What you will do: Note every line in the entries that contains the string "stop", and copy it.

Stored entries:

- - - - -

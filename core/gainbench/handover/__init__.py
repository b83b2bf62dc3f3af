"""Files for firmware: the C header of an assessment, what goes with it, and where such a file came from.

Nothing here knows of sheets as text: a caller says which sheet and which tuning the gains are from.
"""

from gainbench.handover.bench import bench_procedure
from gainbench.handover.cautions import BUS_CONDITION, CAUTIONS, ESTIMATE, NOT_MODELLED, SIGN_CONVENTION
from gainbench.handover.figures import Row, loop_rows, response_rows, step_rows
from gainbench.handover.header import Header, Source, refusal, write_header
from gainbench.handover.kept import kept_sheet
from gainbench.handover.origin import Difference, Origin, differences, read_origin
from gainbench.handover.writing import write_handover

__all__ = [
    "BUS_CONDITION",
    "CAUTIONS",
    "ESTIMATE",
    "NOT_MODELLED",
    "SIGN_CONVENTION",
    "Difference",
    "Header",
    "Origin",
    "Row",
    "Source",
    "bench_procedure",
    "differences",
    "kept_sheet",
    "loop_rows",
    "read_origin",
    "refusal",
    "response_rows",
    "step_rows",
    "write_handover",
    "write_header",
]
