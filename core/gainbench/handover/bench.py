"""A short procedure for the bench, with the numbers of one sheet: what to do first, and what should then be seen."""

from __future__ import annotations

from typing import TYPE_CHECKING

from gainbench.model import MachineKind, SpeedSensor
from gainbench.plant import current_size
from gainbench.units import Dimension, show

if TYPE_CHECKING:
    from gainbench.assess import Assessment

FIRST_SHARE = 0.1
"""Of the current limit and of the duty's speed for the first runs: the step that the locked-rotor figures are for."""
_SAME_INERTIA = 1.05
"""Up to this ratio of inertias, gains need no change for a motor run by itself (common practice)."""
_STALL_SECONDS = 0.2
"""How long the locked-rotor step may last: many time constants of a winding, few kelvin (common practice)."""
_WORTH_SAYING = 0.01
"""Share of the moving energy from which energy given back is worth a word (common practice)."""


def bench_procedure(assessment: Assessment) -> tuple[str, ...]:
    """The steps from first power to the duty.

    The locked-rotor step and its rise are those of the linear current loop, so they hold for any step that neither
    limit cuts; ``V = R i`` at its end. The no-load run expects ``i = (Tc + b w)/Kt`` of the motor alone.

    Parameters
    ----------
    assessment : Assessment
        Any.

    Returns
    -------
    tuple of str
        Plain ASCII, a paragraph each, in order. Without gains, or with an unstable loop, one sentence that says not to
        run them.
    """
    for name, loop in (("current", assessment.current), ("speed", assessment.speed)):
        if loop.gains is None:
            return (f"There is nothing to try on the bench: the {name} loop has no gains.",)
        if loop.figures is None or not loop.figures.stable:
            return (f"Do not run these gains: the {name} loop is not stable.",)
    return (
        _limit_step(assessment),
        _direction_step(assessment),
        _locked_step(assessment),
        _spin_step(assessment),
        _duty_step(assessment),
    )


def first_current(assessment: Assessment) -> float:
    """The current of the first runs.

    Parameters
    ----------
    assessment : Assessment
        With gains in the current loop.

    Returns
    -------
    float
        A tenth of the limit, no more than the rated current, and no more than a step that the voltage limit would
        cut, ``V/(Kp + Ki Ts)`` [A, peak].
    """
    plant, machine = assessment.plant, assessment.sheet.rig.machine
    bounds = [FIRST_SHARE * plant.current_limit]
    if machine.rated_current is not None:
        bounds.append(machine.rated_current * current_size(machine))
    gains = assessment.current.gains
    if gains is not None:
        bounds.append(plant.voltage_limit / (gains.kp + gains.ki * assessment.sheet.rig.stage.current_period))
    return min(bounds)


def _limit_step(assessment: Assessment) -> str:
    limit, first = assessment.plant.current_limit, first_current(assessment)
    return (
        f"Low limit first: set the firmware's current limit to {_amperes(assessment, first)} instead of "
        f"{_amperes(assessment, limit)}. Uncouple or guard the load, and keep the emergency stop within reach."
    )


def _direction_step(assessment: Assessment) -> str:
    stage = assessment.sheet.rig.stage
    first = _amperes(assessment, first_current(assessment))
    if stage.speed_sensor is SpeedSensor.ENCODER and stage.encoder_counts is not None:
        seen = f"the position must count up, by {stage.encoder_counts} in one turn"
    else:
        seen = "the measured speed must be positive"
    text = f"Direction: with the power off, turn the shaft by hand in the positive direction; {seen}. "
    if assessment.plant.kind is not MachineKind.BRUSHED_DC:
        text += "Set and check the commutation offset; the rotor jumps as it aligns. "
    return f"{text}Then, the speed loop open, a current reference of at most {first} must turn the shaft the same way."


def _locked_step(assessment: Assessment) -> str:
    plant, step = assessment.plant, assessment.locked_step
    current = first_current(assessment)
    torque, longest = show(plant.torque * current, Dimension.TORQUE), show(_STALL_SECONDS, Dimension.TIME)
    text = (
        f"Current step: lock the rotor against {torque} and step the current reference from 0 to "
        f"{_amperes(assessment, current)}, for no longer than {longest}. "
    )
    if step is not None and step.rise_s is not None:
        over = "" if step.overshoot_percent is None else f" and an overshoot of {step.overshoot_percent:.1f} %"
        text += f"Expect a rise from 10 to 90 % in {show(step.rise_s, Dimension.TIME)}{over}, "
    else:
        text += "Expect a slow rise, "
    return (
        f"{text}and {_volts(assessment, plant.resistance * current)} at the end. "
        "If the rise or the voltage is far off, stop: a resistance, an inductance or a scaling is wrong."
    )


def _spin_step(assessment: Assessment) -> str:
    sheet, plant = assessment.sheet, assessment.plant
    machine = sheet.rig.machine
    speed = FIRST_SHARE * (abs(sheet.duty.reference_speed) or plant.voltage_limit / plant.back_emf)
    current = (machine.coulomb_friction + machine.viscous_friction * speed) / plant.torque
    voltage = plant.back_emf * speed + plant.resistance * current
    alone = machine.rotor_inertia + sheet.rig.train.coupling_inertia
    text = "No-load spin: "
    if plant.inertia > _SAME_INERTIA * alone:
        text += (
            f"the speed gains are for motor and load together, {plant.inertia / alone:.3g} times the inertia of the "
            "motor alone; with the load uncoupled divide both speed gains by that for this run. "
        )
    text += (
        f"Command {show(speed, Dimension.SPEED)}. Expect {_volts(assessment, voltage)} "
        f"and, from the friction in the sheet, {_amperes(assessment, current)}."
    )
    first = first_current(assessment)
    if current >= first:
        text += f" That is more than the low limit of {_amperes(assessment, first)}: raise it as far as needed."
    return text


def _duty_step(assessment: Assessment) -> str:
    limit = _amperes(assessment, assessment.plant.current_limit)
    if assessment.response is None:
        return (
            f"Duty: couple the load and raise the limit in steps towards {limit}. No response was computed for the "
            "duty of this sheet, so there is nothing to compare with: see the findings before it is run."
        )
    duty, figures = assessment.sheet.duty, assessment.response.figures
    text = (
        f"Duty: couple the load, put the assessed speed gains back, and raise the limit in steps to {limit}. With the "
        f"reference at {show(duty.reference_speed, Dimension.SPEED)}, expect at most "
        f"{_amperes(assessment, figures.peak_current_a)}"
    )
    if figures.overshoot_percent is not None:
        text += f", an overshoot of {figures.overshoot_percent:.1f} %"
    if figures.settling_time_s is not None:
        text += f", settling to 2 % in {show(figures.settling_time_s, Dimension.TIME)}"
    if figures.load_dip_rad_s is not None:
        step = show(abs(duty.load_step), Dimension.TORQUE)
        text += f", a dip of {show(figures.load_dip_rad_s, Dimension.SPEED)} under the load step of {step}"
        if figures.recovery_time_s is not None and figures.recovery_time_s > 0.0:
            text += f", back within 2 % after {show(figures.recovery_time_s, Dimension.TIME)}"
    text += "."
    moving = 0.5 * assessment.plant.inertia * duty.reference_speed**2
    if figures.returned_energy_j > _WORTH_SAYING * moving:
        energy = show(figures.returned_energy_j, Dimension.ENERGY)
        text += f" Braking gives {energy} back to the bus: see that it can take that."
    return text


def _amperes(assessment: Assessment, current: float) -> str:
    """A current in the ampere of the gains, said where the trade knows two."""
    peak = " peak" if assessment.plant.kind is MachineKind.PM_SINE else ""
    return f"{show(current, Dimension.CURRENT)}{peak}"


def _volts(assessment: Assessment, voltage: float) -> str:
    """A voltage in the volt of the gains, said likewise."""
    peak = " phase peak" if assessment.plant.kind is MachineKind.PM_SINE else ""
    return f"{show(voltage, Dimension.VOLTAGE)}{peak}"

- - - - -

Task result:
        f"{_amperes(assessment, limit)}. Uncouple or guard the load, and keep the emergency stop within reach."
        "If the rise or the voltage is far off, stop: a resistance, an inductance or a scaling is wrong."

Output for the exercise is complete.